Machine Learning is Just Data Flowing Through Operators

June 29, 2026 [murmur] #murmur #til #machine-learning #tensor #lisp #mlir

ONNX Graph

Something clicked today during my ML onboarding — a lightbulb moment.

Here is the angle it came from. I was staring at an ONNX operator graph, learning how to use our test framework to check whether our MLIR compiler had correctly optimized that graph, when it suddenly hit me: the essence of machine learning — of deep learning — is that you throw in a huge blob of data, push it through an enormous number of operations, and out comes another huge blob of data, with the result we want hidden somewhere inside it.

That sounds obvious, maybe even absurd to say out loud. But the point is that we do not encode human reasoning up front. We send the data itself through a particular model, and with a suitable loss function and a few other details, we let gradient descent find the classification, the probability, the ranking, object detection — whatever we are after.

The old era of AI was the opposite. Its essence was symbolic: turning the human thought process into symbols. For image recognition, we would hand-define things like color, shape, texture, pattern, edges, shadows, and write them into metadata to tell the computer what counts as a cat. It is no accident that the language of that era was largely Lisp — symbolic AI is symbol manipulation, and Lisp was built to manipulate symbolic expressions.

But in today's deep learning, the data that flows is the program — it is the data, and sometimes it is the control flow too. The input is one big blob of data, called a tensor. The output is another pile of data, another tensor. The only difference between the operators along the way is the dimension, shape, and size of the tensors they pass around.

In some ways, a tensor reminds me of a Lisp object. In Lisp almost everything is an object carrying a type tag — whether it is a number or a list, it can be inspected and manipulated through one uniform interface. In deep learning, almost every unit of data that flows is likewise a tensor carrying metadata: shape, dtype, device. We rarely touch the raw memory buffer directly; we operate on these "self-describing objects" instead.

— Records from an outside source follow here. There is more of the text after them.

/** Check a frame and its background/noise maps; throws InvalidInputError. */
export function checkStarImage(image: StarImage, background: BackgroundLevels, noise: LevelMap): void {
  const { pixels, width, height } = image;
  if (!Number.isInteger(width) || !Number.isInteger(height) || width < 1 || height < 1) {
    throw new InvalidInputError('INPUT_BAD_PARAMETER', `bad frame size ${width}x${height}`);
  }
  if ((pixels as unknown) instanceof BigInt64Array || (pixels as unknown) instanceof BigUint64Array) {
    throw new InvalidInputError('INPUT_BAD_PARAMETER', '64-bit integer pixels are not supported by the star kernels');
  }
  const n = width * height;
  if (pixels.length !== n) {
    throw new InvalidInputError('INPUT_SHAPE_MISMATCH', `pixels has ${pixels.length} elements, expected ${width}x${height} = ${n}`);
  }
  if (typeof background === 'number') {
    if (!Number.isFinite(background)) throw new InvalidInputError('INPUT_BAD_PARAMETER', 'background must be finite');
  } else if (isLevelGrid(background)) {
    if (background.width !== width || background.height !== height) {
      throw new InvalidInputError('INPUT_SHAPE_MISMATCH', `background grid is for ${background.width}x${background.height}, frame is ${width}x${height}`);
    }
  } else if (background.length !== n) {
    throw new InvalidInputError('INPUT_SHAPE_MISMATCH', `background map has ${background.length} elements, expected ${n}`);
  }
  if (typeof noise === 'number') {
    if (!(noise > 0) || !Number.isFinite(noise)) throw new InvalidInputError('INPUT_BAD_PARAMETER', `noise must be a finite number > 0, got ${noise}`);
  } else if (noise.length !== n) {
    throw new InvalidInputError('INPUT_SHAPE_MISMATCH', `noise map has ${noise.length} elements, expected ${n}`);
  }
}

/** Default saturation level: 0.95 x the type maximum for 8- and 16-bit unsigned data (REFERENCE E.3), else none. */
export function defaultSaturationAdu(pixels: NumericPixels): number {
  if (pixels instanceof Uint16Array) return 0.95 * 65535;
  if (pixels instanceof Uint8Array) return 0.95 * 255;
  return Infinity;
}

Going one step further: in Lisp, data and code can take the very same form — the S-expression. In modern deep learning, the path the data (the tensor) flows through is the definition of the whole computation (the computation graph). The two have completely different goals, yet the idea — wrap data into objects rich with information, then let computation happen on those objects — has a strange kind of resemblance.

Here is where Lisp and tensors feel alike:

1. The basic unit, and how shape is represented. In Lisp everything bottoms out in atoms and cons cells, and structure is just nesting. A tensor bottoms out in scalars, and the same nesting is summarized by its shape. Take one concrete 3D block — two stacked 2×3 matrices, i.e. shape = (2, 2, 3) — and write the very same numbers both ways:

Lisp (nested lists):
  (((1 2 3)
    (4 5 6))
   ((7 8 9)
    (10 11 12)))
  ; nesting depth = rank; each level = one axis

Tensor (shape = (2, 2, 3)):
  [[[1, 2, 3],
    [4, 5, 6]],
   [[7, 8, 9],
    [10, 11, 12]]]
  ; (2, 2, 3) = 2 blocks, each a 2x3 matrix

The Lisp list carries the structure implicitly in how deep the parentheses go; the tensor pulls that same structure out into an explicit shape tuple. Same data, two ways of recording "where the nesting is."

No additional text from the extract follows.